A memristor circuit is a passive component in which the resistance changes in relation to the charge that passes through the device and which can remember the last charge that passed through it even when the charge is removed. Circuits are made of three primary passive components: capacitors, resistors, and inductors. The discovery of the memristor adds a fourth component to circuitry which can lead to advances in computer technology and nanotechnology. The smaller a memristor circuit is, the better it functions. This allows scientists to create smaller and smaller circuit boards.
Leon Chua first theorized the possibility of the memristor circuit in 1971 while working at the University of California in Berkeley. The actual invention of the memristor did not occur until 2008 when HP Labs finally created a working version from a thin strip of titanium dioxide which had been doped, or altered, to include fewer oxygen atoms then it should. When a charge runs in one direction through the memristor, it gives it a higher resistance. When the charge passes through in the opposite direction, the resistance lowers.
The combination of the memristor circuit's small size and ability to remember the last charge that passed through it unlocks many doors in the world of electronic circuitry. Circuit boards must be a certain size to fit all the transistors and other pieces on them. With the discovery of memristors, these components can shrink to a fraction of their current size.
Ability to remember what charge last passed through makes the memristor even more astonishing. When a user turns off a computer, it loses any unsaved data because power is required for the computer to "remember" the data. Memristors, however, remember this data even without power, so the user could turn the computer off and on to find it exactly how he left it when he turned it off.
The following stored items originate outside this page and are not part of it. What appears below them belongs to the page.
import { test } from 'vitest';
import { checkRule } from '../testing/check-rule';
import { missingWord } from './missing-word';

test('flags a dwell without its time', () => {
  checkRule(
    missingWord,
    {},
    `
G4
^^ missing-word: G4 needs a P word, and the block has none.
M30
`,
  );
});

test('flags a length offset without its number', () => {
  checkRule(
    missingWord,
    {},
    `
G43 Z10
^^^ missing-word: G43 needs an H word, and the block has none.
M30
`,
  );
});

test('flags axis words with no motion code in force', () => {
  checkRule(
    missingWord,
    {},
    `
G21 G90
X10 Y10
^^^^^^^ missing-word: Axis words stand here, but no motion code is in force.
M30
`,
  );
});

test('allows modal motion with the code on an earlier line', () => {
  checkRule(
    missingWord,
    {},
    `
G0 X10
Y10
G1 F500
Z-1
M30
`,
  );
});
Not only would the use of memristor circuits create smaller circuit boards, larger memory, and the ability to store memory even with the power is gone, the quality of a memristor circuit that allows it to change its resistance in relation to the charge passing through means in the future scientists may be able to create computers which can "think." Currently, a circuit is either off or on depending on whether a charge is flowing through it. If, however, memristor circuits were used then the computer could cover a range of values between off and on and thus make more complex decisions.